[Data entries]
+===+
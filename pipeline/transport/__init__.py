"""Transport from a finalized system: the solver settings, the transmission matrix between
contacts, the multi-terminal Landauer-Buttiker resistances, and the environment report."""
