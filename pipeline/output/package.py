"""Supplementary-data package of a run: one folder and a zip of it, with checksums.

:func:`make_package` writes ``<run_dir>/package-<run name>/`` (or ``package-<name>-2``, ``-3``,
... when that exists: a package is never overwritten) and ``package-<name>[-k].zip`` beside
it, holding::

    README.md          what each file is, units, how to open the data (for readers)
    methods.md         a generated methods paragraph (model, device, disorder, statistics)
    summary.nc         the aggregated summary (NetCDF, open with xarray)
    summary.csv        the main statistics as one flat table
    config.toml        the configuration the samples were computed with, runnable inside the
                       unzipped package (see below)
    provenance.json    versions, solver, BLAS, host, seeds, sessions, sample counts
    lstar.json         L* results (only when given)
    figures/           every figure (PDF, PNG) with the CSV it plots (and side JSON)
    geometry/          the device file (only for devices read from a file)
    data/              further data files of the run (only when given)
    MANIFEST.sha256    SHA-256 of every other file, in ``sha256sum`` format

``config.toml`` is the configuration text stored with the samples, changed only where it
would not run inside the unzipped package or would not recompute every stored sample: a
geometry file path points at the packaged copy (``file = "geometry/<name>"``) and, when the
store was extended beyond the realisations its text asks for, ``realisations`` is the stored
count; each changed line keeps the original value in a comment beside it. Neither change
alters a sample: the samples depend on the geometry file's content (the identity's geometry
digest, :mod:`pipeline.sweep.identity`), not on its path, and realisation r is the same
sample whatever the total. So ``helisweep run config.toml`` inside the unzipped package
recomputes the stored samples bitwise.

The package is assembled in a hidden temporary folder and renamed into place, so an
interrupted export leaves no half-written package. Exports stay inside the run directory:
an ``out_dir`` that resolves (symlinks included) outside it is refused. :func:`verify_package`
checks a folder or zip against its manifest.
"""

from __future__ import annotations

import copy
import csv
import hashlib
import importlib.metadata as md
import json
import math
import os
import re
import shutil
import tempfile
import tomllib
import zipfile
from collections.abc import Iterable, Mapping, Sequence
from pathlib import Path, PurePosixPath
from typing import Any

import numpy as np

from pipeline import __version__
from pipeline.analysis.lstar import lstar_results as lstar_results_of
from pipeline.analysis.lstar import save_lstar
from pipeline.analysis.summary import save_summary
from pipeline.errors import ExportError
from pipeline.jsonsafe import json_safe
from pipeline.output.figures import RunData, load_run, make_figures
from pipeline.output.methods import methods_text, store_facts
from pipeline.sweep.config import AXES
from pipeline.sweep.identity import sha256_file
from pipeline.timestamps import utc_now
from pipeline.transport.environment import describe as describe_environment
from pipeline.transport.solver import MUMPS_ORDERING, SOLVER_NAME

__all__ = ['make_package', 'verify_package', 'packaged_config', 'MANIFEST_NAME', 'GEOMETRY_DIR']

#: Name of the checksum file inside a package.
MANIFEST_NAME = "MANIFEST.sha256"
_FORMAT = "helisweep-package/1"
#: folder of the packaged geometry file; the packaged config's ``device.file`` points into it
GEOMETRY_DIR = "geometry"
_SUMMARY_STATS = ("mean", "std", "sem", "median", "q16", "q84", "ci95_low", "ci95_high",
                  "typical", "n_samples")
_OHM_STATS = ("mean_ohm", "median_ohm", "sem_ohm", "ci95_low_ohm", "ci95_high_ohm")
#: Packages whose versions provenance.json records (beside helisweep and the environment).
_VERSIONED = ("xarray", "zarr", "dask", "distributed", "matplotlib", "h5netcdf", "shapely",
              "pydantic")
+===+
* WHAT IS BEING ASKED
An exact, complete copy of the lines above from the one with "import numpy as np" through the one with "from pipeline.timestamps import utc_now" is the whole answer.

* COMPLETED TASK
import numpy as np

from pipeline import __version__
from pipeline.analysis.lstar import lstar_results as lstar_results_of
from pipeline.analysis.lstar import save_lstar
from pipeline.analysis.summary import save_summary
from pipeline.errors import ExportError
from pipeline.jsonsafe import json_safe
from pipeline.output.figures import RunData, load_run, make_figures
from pipeline.output.methods import methods_text, store_facts
from pipeline.sweep.config import AXES
from pipeline.sweep.identity import sha256_file
from pipeline.timestamps import utc_now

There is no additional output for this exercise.